What is needed here is an exact repetition of the records below, beginning at the line that has "if len(groups) <" and stopping after the line that has "the sheet as".

(Collected data)
====================
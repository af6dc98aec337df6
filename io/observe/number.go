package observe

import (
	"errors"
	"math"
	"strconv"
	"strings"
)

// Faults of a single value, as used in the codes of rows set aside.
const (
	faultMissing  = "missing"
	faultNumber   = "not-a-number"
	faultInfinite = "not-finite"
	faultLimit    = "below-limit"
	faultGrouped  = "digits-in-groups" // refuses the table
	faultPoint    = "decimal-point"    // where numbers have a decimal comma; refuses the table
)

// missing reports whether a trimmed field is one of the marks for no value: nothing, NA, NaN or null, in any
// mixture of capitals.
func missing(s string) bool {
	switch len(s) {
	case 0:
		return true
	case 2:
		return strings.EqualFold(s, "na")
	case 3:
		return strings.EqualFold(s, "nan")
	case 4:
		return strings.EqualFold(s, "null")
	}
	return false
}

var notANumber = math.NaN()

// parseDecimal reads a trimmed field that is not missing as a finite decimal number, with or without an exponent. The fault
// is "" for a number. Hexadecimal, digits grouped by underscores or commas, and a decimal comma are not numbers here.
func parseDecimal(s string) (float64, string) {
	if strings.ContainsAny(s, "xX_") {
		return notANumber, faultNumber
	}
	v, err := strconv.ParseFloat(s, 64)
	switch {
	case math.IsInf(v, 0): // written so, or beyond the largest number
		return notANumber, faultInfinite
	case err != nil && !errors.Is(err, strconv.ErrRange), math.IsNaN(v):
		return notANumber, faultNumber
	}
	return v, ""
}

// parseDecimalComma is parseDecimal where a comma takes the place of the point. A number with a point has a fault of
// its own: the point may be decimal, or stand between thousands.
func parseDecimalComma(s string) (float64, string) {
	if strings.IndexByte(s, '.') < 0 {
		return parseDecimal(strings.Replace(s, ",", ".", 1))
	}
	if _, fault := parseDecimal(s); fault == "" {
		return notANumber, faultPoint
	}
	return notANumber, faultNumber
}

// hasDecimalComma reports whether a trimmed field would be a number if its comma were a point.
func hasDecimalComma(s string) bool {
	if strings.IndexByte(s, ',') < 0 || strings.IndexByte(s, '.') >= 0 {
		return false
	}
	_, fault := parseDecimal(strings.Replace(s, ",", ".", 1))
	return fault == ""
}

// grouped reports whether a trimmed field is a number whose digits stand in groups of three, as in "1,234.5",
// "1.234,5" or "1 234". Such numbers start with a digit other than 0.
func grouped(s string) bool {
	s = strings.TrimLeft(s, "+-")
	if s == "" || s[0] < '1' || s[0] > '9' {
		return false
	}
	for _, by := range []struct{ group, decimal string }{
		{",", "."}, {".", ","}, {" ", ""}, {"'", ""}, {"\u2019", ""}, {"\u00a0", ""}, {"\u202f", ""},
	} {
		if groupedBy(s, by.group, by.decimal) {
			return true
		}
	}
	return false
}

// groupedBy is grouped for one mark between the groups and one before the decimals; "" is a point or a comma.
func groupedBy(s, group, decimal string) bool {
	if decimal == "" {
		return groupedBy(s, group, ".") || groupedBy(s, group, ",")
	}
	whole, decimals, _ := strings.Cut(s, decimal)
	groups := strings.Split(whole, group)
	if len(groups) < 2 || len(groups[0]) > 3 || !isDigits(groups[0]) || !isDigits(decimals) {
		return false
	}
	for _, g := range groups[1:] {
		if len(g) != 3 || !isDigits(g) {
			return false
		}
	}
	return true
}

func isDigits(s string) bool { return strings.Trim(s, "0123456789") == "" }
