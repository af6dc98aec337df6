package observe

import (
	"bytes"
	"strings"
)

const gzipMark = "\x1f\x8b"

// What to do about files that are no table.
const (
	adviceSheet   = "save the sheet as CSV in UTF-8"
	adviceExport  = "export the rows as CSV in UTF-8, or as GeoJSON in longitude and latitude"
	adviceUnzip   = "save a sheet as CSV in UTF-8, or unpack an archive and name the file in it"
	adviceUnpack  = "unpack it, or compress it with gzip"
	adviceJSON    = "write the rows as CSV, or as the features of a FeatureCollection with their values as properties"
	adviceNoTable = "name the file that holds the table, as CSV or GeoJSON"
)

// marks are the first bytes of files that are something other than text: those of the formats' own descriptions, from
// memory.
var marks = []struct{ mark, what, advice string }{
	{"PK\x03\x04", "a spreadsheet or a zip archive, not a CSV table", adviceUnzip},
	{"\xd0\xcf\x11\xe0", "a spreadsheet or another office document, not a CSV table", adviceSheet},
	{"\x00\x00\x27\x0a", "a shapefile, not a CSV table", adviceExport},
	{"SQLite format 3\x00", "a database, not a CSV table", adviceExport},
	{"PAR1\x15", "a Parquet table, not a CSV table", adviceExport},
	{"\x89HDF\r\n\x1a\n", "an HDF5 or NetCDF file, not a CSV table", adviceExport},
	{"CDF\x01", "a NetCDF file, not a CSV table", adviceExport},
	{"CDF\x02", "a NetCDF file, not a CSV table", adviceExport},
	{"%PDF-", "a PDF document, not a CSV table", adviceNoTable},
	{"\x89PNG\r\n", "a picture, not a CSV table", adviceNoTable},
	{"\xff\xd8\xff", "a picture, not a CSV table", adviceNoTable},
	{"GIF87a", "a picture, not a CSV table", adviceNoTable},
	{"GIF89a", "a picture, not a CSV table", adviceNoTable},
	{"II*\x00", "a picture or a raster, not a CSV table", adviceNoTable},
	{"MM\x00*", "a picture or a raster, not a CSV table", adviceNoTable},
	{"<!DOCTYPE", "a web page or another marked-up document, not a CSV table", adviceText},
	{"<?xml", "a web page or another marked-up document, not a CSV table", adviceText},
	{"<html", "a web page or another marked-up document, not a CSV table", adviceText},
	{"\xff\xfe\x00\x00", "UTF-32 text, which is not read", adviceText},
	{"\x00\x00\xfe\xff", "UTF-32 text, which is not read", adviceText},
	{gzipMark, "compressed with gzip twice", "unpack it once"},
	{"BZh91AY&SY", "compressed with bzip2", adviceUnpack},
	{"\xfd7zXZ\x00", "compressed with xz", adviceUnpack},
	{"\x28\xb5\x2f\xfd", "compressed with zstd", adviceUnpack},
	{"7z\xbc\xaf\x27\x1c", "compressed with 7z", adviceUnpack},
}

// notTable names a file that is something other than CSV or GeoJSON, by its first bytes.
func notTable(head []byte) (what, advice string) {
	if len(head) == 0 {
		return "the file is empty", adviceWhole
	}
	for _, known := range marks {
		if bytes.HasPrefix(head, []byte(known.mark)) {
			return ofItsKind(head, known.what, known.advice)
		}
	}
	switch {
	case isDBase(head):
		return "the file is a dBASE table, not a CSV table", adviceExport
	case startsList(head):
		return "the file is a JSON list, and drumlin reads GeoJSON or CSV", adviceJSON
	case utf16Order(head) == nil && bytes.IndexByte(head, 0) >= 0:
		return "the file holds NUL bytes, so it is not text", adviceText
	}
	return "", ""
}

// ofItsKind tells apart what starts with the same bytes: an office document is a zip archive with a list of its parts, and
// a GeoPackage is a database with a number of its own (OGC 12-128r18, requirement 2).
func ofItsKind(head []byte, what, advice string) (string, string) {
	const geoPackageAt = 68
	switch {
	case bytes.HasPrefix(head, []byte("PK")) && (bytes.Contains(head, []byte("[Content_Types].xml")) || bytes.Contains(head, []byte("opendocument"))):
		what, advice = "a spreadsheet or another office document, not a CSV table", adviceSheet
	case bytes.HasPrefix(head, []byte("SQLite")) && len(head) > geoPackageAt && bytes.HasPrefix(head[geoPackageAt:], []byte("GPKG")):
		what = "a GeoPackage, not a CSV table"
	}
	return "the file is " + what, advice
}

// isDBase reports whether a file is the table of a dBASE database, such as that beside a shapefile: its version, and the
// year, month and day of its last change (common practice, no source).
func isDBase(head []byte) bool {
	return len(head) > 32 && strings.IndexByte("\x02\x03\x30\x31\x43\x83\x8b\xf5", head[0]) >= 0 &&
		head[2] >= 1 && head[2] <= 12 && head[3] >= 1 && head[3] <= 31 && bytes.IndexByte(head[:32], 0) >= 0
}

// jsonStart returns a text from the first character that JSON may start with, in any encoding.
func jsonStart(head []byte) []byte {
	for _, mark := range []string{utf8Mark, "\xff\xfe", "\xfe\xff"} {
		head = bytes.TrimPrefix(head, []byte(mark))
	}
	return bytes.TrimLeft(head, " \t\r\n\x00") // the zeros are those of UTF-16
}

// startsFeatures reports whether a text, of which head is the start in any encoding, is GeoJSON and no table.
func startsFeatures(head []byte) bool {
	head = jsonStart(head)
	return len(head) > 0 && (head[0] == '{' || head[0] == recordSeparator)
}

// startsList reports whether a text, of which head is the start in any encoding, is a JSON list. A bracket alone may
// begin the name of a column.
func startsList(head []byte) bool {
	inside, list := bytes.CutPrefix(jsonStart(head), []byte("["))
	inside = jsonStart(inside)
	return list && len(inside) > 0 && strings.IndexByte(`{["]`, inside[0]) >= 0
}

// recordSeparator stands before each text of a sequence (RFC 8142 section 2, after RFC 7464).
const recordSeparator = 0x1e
====================
» RESPONSE:
	if len(groups) < 2 || len(groups[0]) > 3 || !isDigits(groups[0]) || !isDigits(decimals) {
		return false
	}
	for _, g := range groups[1:] {
		if len(g) != 3 || !isDigits(g) {
			return false
		}
	}
	return true
}

func isDigits(s string) bool { return strings.Trim(s, "0123456789") == "" }
repository af6dc98aec337df6
package observe

import (
	"bytes"
	"strings"
)

const gzipMark = "\x1f\x8b"

// What to do about files that are no table.
const (
	adviceSheet   = "save the sheet as CSV in UTF-8"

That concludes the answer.